For me, management is like art. I may not know how to create a masterpiece, but I know it when I see it.
I think the worse thing a company could do is hire me as a manager. To be a manager means being someone who can organize and coordinate. A manager is someone who can take the vision and make it function. As one who can conceptualize how it should be done, I can get it started, but if it’s going to be efficient in the long haul, it will need someone who can make the pieces fit. In the thirty years I have been in ministry I have started a number of projects including church planting among tribals, non-formal training programs in the US and in other countries. But in all that time I have never managed any program beyond its initial launch. I’ve given up more titles of responsibility than you can count…pastor, head of training in Kenya, Overseas Director, Asia Director, VP of Training, all were positions I held at one time. I gave them up because I know, as an entrepreneur, how to create, but I don’t have the gifts to manage it.
Miller, in his book Barbarians to Bureaucrats. Corporate Life Cycle Strategies: Lessons from the Rise and Fall of Civilizations, identifies well the differences between a leader and a manger:
"Managers must understand the difference between leadership and management. Leadership provides the vision, values, and purpose that creates motion. Management channels the energy leadership creates."
In America, there is usually a clear line between the visionary leader and management. This is not true in India. In Asia, the leader and the manager is all-in-one. Nine times out of ten institutions (be they business or church) are a high grid/high group hierarchal structure with those at the top of the extended family calling the shots. The problem is that those who are at the top many times don’t know how to manage anything and as a result the organization does not function well. It survives only because the core group of family isn’t going anywhere (look for another job or go to a different church), but it does not grow because outsiders are not included except for what they can provide to the group.
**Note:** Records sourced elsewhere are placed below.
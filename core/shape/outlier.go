package shape

import (
	"math"

	"gonum.org/v1/gonum/stat/distuv"
)

// outlying is true where the score that is farthest from the mean of n, so
// many SDs away, would be an outlier among normal scores: Grubbs's (1969)
// two-sided test at 1%. Among other scores it says no more than that the
// score is far out.
func outlying(n int, z float64) bool {
	const level = 0.01
	if n < 3 {
		return false
	}
	people := float64(n)
	t := distuv.StudentsT{Mu: 0, Sigma: 1, Nu: people - 2}.Quantile(level / (2 * people))
	return math.Abs(z) > (people-1)/math.Sqrt(people)*math.Sqrt(t*t/(people-2+t*t))
}
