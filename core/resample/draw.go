package resample

import "tailgap/core/sample"

// drawer draws resampled count tables: n people with replacement from the
// people of a count table.
type drawer struct {
	counts sample.Counts
	rows   []uint32 // for each person, the index of the score: index draws; nil: conditional binomials
}

// costOfBinomial is about how many index draws one binomial draw costs.
const costOfBinomial = 40

// newDrawer chooses the faster way for the table: an index draw for each
// person, or a binomial draw for each distinct score.
func newDrawer(counts sample.Counts) drawer {
	d := drawer{counts: counts}
	if counts.N <= costOfBinomial*len(counts.Score) {
		d.rows = make([]uint32, 0, counts.N)
		for i, count := range counts.Count {
			for range count {
				d.rows = append(d.rows, uint32(i))
			}
		}
	}
	return d
}

// draw fills into with a resample's counts of the distinct scores.
func (d drawer) draw(r *stream, into []int32) {
	if d.rows == nil {
		d.drawBinomials(r, into)
		return
	}
	clear(into)
	// Lemire's (2019) multiply-shift with rejection, so that everyone has the
	// same chance; four draws from each 64 bits where 16 are enough for one.
	n, left := uint32(len(d.rows)), len(d.rows)
	if n > 1<<12 {
		reject := uint32((1 << 32) % uint64(n))
		for left > 0 {
			random := r.Uint64()
			left = d.take(random>>32, uint64(n), 32, reject, into, left)
			left = d.take(random&0xffffffff, uint64(n), 32, reject, into, left)
		}
		return
	}
	reject := uint32((1 << 16) % n)
	for left > 0 {
		random := r.Uint64()
		left = d.take(random>>48, uint64(n), 16, reject, into, left)
		left = d.take(random>>32&0xffff, uint64(n), 16, reject, into, left)
		left = d.take(random>>16&0xffff, uint64(n), 16, reject, into, left)
		left = d.take(random&0xffff, uint64(n), 16, reject, into, left)
	}
}

// take draws one person from so many random bits, unless they are rejected
// or nobody is left to draw.
func (d *drawer) take(random, n uint64, bits uint, reject uint32, into []int32, left int) int {
	product := random * n
	if uint32(product&(1<<bits-1)) < reject || left == 0 {
		return left
	}
	into[d.rows[product>>bits]]++
	return left - 1
}

// drawBinomials draws a multinomial as binomials, each conditional on those before.
func (d drawer) drawBinomials(r *stream, into []int32) {
	people, left := d.counts.N, d.counts.N
	for i, count := range d.counts.Count {
		drawn := 0
		if left > 0 {
			drawn = r.binomial(left, float64(count)/float64(people))
		}
		into[i] = int32(drawn)
		people -= count
		left -= drawn
	}
}
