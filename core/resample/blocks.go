package resample

import (
	"cmp"
	"slices"
)

// blocks are ranges of blocks of replicates, each from (in) to (out).
type blocks [][2]int

// joined is the same blocks in order, with ranges that meet made one. Ranges
// that overlap stay apart.
func (b blocks) joined() (joined blocks) {
	sorted := slices.SortedFunc(slices.Values(b), func(x, y [2]int) int { return cmp.Or(x[0]-y[0], x[1]-y[1]) })
	for _, next := range sorted {
		last := len(joined) - 1
		switch {
		case next[0] == next[1]:
		case last >= 0 && joined[last][1] == next[0]:
			joined[last][1] = next[1]
		default:
			joined = append(joined, next)
		}
	}
	return joined
}

// within is true for ranges that are joined, apart from each other, and among
// so many blocks.
func (b blocks) within(total int) bool {
	end := -1
	for _, each := range b {
		if each[0] <= end || each[1] <= each[0] {
			return false
		}
		end = each[1]
	}
	return end <= total
}

// replicates is how many replicates are in some blocks, of which the last may
// be short.
func (p Plan) replicates(made blocks) int {
	all := 0
	for _, each := range made {
		all += max(0, min(each[1]*blockSize, p.Replicates)-each[0]*blockSize)
	}
	return all
}
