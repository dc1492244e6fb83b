package shape

import (
	"context"
	"math"
	"math/rand/v2"
	"testing"

	"github.com/stretchr/testify/assert"
	"github.com/stretchr/testify/require"

	"tailgap/core/curve"
	"tailgap/core/cutoff"
	"tailgap/core/gap"
	"tailgap/core/resample"
	"tailgap/core/sample"
	"tailgap/testdata"
)

type gapRegion = gap.Region

func atLeast(at ...float64) (all []cutoff.Cutoff) {
	for _, a := range at {
		all = append(all, cutoff.Cutoff{Side: cutoff.AtLeast, At: a})
	}
	return all
}

// Whatever the scores, no number that is none comes out, and every interval
// holds its estimate.
func TestDegenerateScores(t *testing.T) {
	repeat := func(x float64, n int) []float64 {
		all := make([]float64, n)
		for i := range all {
			all[i] = x
		}
		return all
	}
	ramp := make([]float64, 200)
	for i := range ramp {
		ramp[i] = float64(i % 20)
	}
	for name, scores := range map[string][]float64{
		"two people":             {1, 2},
		"three":                  {1, 2, 4},
		"two values":             append(repeat(0, 50), repeat(1, 30)...),
		"one at the top":         append(repeat(0, 50), 1),
		"all but one at a floor": append(repeat(0, 5000), 37),
		"one far out":            append(ramp, 1e9),
		"one absurdly far out":   append(ramp, 1e15),
		"heaps only":             append(append(repeat(0, 40), repeat(10, 40)...), repeat(20, 40)...),
	} {
		for _, step := range []sample.StepChoice{{}, {None: true}, {Size: 1}} {
			for _, halfStep := range []bool{false, true} {
				p := planned(scores, step, nil, halfStep, append(atLeast(-5, 0, 0.5, 1, 10, 1e9, 1e12), cutoff.Cutoff{Side: cutoff.Stretch, At: 0, To: 10})...)
				p.Everyone = false
				f := run(t, p)
				checked(t, name, &f.Skewness)
				checked(t, name, &f.ExcessKurtosis)
				for _, effects := range f.Cutoffs {
					for _, v := range effects {
						checked(t, name, v)
					}
				}
			}
		}
	}
}

func checked(t *testing.T, name string, v *Value) {
	t.Helper()
	if v == nil {
		return
	}
	assert.False(t, math.IsNaN(v.Estimate) || math.IsInf(v.Estimate, 0), name)
	if v.Interval != nil {
		assert.LessOrEqual(t, v.Interval.Low, v.Estimate+1e-12, name)
		assert.GreaterOrEqual(t, v.Interval.High, v.Estimate-1e-12, name)
		assert.False(t, math.IsInf(v.Interval.Low, 0) || math.IsInf(v.Interval.High, 0), name)
	}
}

// Symmetric scores have no asymmetry anywhere, wherever their mean lies
// between two attainable scores.
func TestSymmetricScoresHaveNoAsymmetry(t *testing.T) {
	for _, scores := range [][]float64{{1, 2, 2, 3, 3, 3, 4, 4, 5}, {1, 2, 2, 3, 3, 4}} {
		for _, effects := range run(t, planned(scores, sample.StepChoice{Size: 1}, nil, true, atLeast(0, 1, 2, 3, 4, 5, 6)...)).Cutoffs {
			assert.InDelta(t, 0, effects[Asymmetry].Estimate, 1e-12)
		}
	}
}

func TestTheSameForAnyWorkers(t *testing.T) {
	p := planned(testdata.Open("pima", "age"), sample.StepChoice{}, nil, false, atLeast(25, 40, 60)...)
	p.Everyone, p.Workers = false, 1
	one := run(t, p)
	for _, workers := range []int{2, 5, 64} {
		p.Workers = workers
		assert.Equal(t, one, run(t, p))
	}
	p.Seed++
	assert.NotEqual(t, one, run(t, p))
}

func TestCancelAndProgress(t *testing.T) {
	p := planned(testdata.Open("pima", "age"), sample.StepChoice{}, nil, false, atLeast(25)...)
	for _, p.Everyone = range []bool{false, true} {
		last, total := 0, 0
		_, err := Run(context.Background(), p, func(done, of int) {
			assert.Greater(t, done, last)
			last, total = done, of
		})
		require.NoError(t, err)
		assert.Equal(t, total, last)
	}
	p.Everyone = false
	ctx, cancel := context.WithCancel(context.Background())
	p.Replicates = 1 << 20
	_, err := Run(ctx, p, func(int, int) { cancel() })
	assert.ErrorIs(t, err, context.Canceled)
	_, err = Run(ctx, p, nil)
	assert.ErrorIs(t, err, context.Canceled)
}

// Bins move no estimate by more than 0.005 points, whether
// or not the counts are those that the bins were made for.
func TestBins(t *testing.T) {
	source := rand.New(rand.NewPCG(8, 8))
	scores := make([]float64, 50_000)
	for i := range scores {
		scores[i] = math.Exp(0.8 * source.NormFloat64())
	}
	p := planned(scores, sample.StepChoice{None: true}, nil, false, atLeast(0.3, 1, 2, 5, 10)...)
	features := Find(p.Table, p.Scale)
	features.Extremes = 500
	whole := newEvaluator(&p, newSpans(p.fitted(), 0), features)
	binned := newEvaluator(&p, whole.binned(whole.edges()), features)
	require.Greater(t, len(whole.table.U), 40_000)
	require.Less(t, len(binned.table.U), 5000)

	drawer := resample.NewDrawer(p.Table.Counts)
	var stream resample.Stream
	stream.Restart(1, 0)
	count := make([]int32, len(whole.table.U))
	for range 5 {
		drawer.Draw(&stream, count)
		inBins := make([]int32, len(binned.table.U))
		for i, from := range whole.table.U {
			bin := 0
			for bin < len(inBins)-1 && from > binned.high[bin] {
				bin++
			}
			inBins[bin] += count[i]
		}
		a, b := values{cutoffs: make([]parts, 5)}, values{cutoffs: make([]parts, 5)}
		whole.evaluate(&p, count, &a)
		binned.evaluate(&p, inBins, &b)
		assert.InEpsilon(t, a.skewness, b.skewness, 1e-4)
		assert.InEpsilon(t, a.kurtosisVariance, b.kurtosisVariance, 1e-3)
		for i := range a.cutoffs {
			for _, kind := range []Kind{HalfStep, Asymmetry, Rest, Extremes} {
				assert.InDelta(t, a.cutoffs[i].value[kind], b.cutoffs[i].value[kind], 5e-5, "kind %d at cutoff %d", kind, i)
			}
		}
	}
}

// Heaps of more distinct scores than are resampled one by one have an estimate
// and no interval.
func TestHeapsAmongManyScores(t *testing.T) {
	source := rand.New(rand.NewPCG(9, 9))
	scores := make([]float64, 30_000)
	for i := range scores {
		scores[i] = math.Round(10_000 + 2500*source.NormFloat64())
		if i%2 == 0 {
			scores[i] = 10 * math.Round(scores[i]/10)
		}
	}
	p := planned(scores, sample.StepChoice{Size: 1}, nil, false, atLeast(12_500)...)
	require.Greater(t, len(p.Table.U), mostEntries)
	p.Everyone, p.Replicates = false, 100
	f := run(t, p)
	require.Equal(t, 10.0, f.Features.Heaps.Spacing)
	effects := f.Cutoffs[0]
	require.NotNil(t, effects[Heaps])
	assert.Nil(t, effects[Heaps].Interval)
	require.NotNil(t, effects[Rest])
	assert.NotNil(t, effects[Rest].Interval)
}

// A pile beside a heap is none of the scores around it: with the same people
// everywhere else the heap on 5 has the surplus that it has without the pile.
func TestPileBesideHeap(t *testing.T) {
	counts := map[float64]int{3: 60, 4: 4, 5: 20, 6: 4, 7: 4}
	for score := 8.0; score <= 40; score++ {
		counts[score] = 4
		if math.Mod(score, 5) == 0 {
			counts[score] = 20
		}
	}
	var scores []float64
	for score, people := range counts {
		for range people {
			scores = append(scores, score)
		}
	}
	p := planned(scores, sample.StepChoice{Size: 1}, nil, false, atLeast(5)...)
	features := Find(p.Table, p.Scale)
	require.Equal(t, sample.Pile{Score: 3, People: 60}, features.Floor)
	require.Equal(t, 5.0, features.Heaps.Spacing)
	e := newEvaluator(&p, newSpans(p.fitted(), 1), features)
	count := make([]int32, len(p.Table.U))
	for i, people := range p.Table.Counts.Count {
		count[i] = int32(people)
	}
	v := values{cutoffs: make([]parts, 1)}
	require.True(t, e.evaluate(&p, count, &v))
	require.Equal(t, 5.0, p.Table.Counts.Score[e.heaps[0].at])
	assert.InDelta(t, 20-4, e.surplus[0], 1e-12)
}

// Newcomb's time of -44 is an outlier; the others of the open data that are
// further than Grubbs's limit for their number are named here.
func TestOutliers(t *testing.T) {
	// Grubbs (1969), Table I, 1% two-sided: n = 10, 2.482; 50, 3.483; 100, 3.754.
	for n, limit := range map[int]float64{10: 2.482, 50: 3.483, 100: 3.754} {
		assert.False(t, outlying(n, limit-0.002), n)
		assert.True(t, outlying(n, limit+0.002), n)
		assert.True(t, outlying(n, -limit-0.002), n)
	}
	p := planned(testdata.Open("newcomb", "time"), sample.StepChoice{}, nil, false)
	f := Find(p.Table, p.Scale)
	assert.True(t, f.Outlier)
	assert.Equal(t, -44.0, f.Farthest)
	assert.Zero(t, f.Extremes, "one score is the farthest, not the most extreme few")
}

// Of two scores equally far out the one that is named is left out.
func TestOutlierLeftOutIsTheOneNamed(t *testing.T) {
	scores := []float64{-50, 50}
	for i := range 99 {
		scores = append(scores, float64(i%3-1))
	}
	p := planned(scores, sample.StepChoice{Size: 1}, nil, false, atLeast(40)...)
	f := run(t, p)
	require.True(t, f.Features.Outlier)
	require.Equal(t, -50.0, f.Features.Farthest)
	others := planned(scores[1:], sample.StepChoice{Size: 1}, nil, false, atLeast(40)...)
	left := others.Table.Estimate(others.Table.Region(others.Cutoffs[0].Judged)).Gap(1)
	gap := p.Table.Estimate(p.Table.Region(p.Cutoffs[0].Judged)).Gap(1)
	assert.InDelta(t, gap-left, f.Cutoffs[0][Farthest].Estimate, 1e-12)
}

// What the given mean and SD account for is no surer than the norm people make
// them: with many scores the interval is all but that of the norms alone.
func TestNormPeopleWidenWhatTheirCurveAccountsFor(t *testing.T) {
	source := rand.New(rand.NewPCG(4, 4))
	scores := make([]float64, 100_000)
	for i := range scores {
		scores[i] = math.Round(50 + 10*source.NormFloat64())
	}
	people := 20
	width := func(given *curve.Given) float64 {
		p := planned(scores, sample.StepChoice{Size: 1}, given, true, atLeast(60)...)
		p.Everyone = false
		i := run(t, p).Cutoffs[0][MeanAndSD].Interval
		return i.High - i.Low
	}
	z := (59.5 - 52) / 10
	alone := 2 * 1.95996 * curve.Density(z) * math.Sqrt(1.0/20+z*z/(2*19))
	assert.InEpsilon(t, alone, width(&curve.Given{Mean: 52, SD: 10, NormN: &people}), 0.01)
	assert.Less(t, width(&curve.Given{Mean: 52, SD: 10}), alone/10)
}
My wife and I have been attending a fellowship in the city for over two years. We go there primarily because the pastor is a marvelous expositor of the Word. We attend church, not to have an emotional encounter, but to be spiritually fed. However, attending this church is often an exercise in frustration as the service, prior to the preaching, is an excruciating experience. The worship team doesn’t know how to lead the congregation in singing, most of the time the tech team can’t get the choruses on the overhead screen, microphones squeal, offering is a last minute scramble to find the offering baskets and ushers to pass the plate. If the pastor is out of town, which is often, the substitute speaker is woefully inadequate in his presentation. We continue to attend this fellowship because of the friendships we have built and for what it is, in spite of what it isn't. Because of our commitment to the assembly, we support its purpose, but are saddened by its loss of potential. With a little management, it could be more effective and has the prospect of having even more of an impact in the community.
Apart from this blog, which I am certain no one in the congregation will read, I would not, I cannot, give suggestions on how to do things better. Why? Because in a high grid/high group social environment it’s extremely difficult for change to take place and besides, as an outsider, I have no role.
Our local church is just one example of the how organizations operate in this country. If we went to another fellowship it would likely have the same structure. I am not suggesting that the high grid/high group structure is inherently wrong nor that the low grid structures are superior (explanation in the next blog). However, those in the West, who hope to do business or ministry in this country, need to understand that things work here based on the hierarchical (chief, extended family) system. If it works well it’s because the hierarchy possess both vision and management gifts. It’s a rare combination indeed.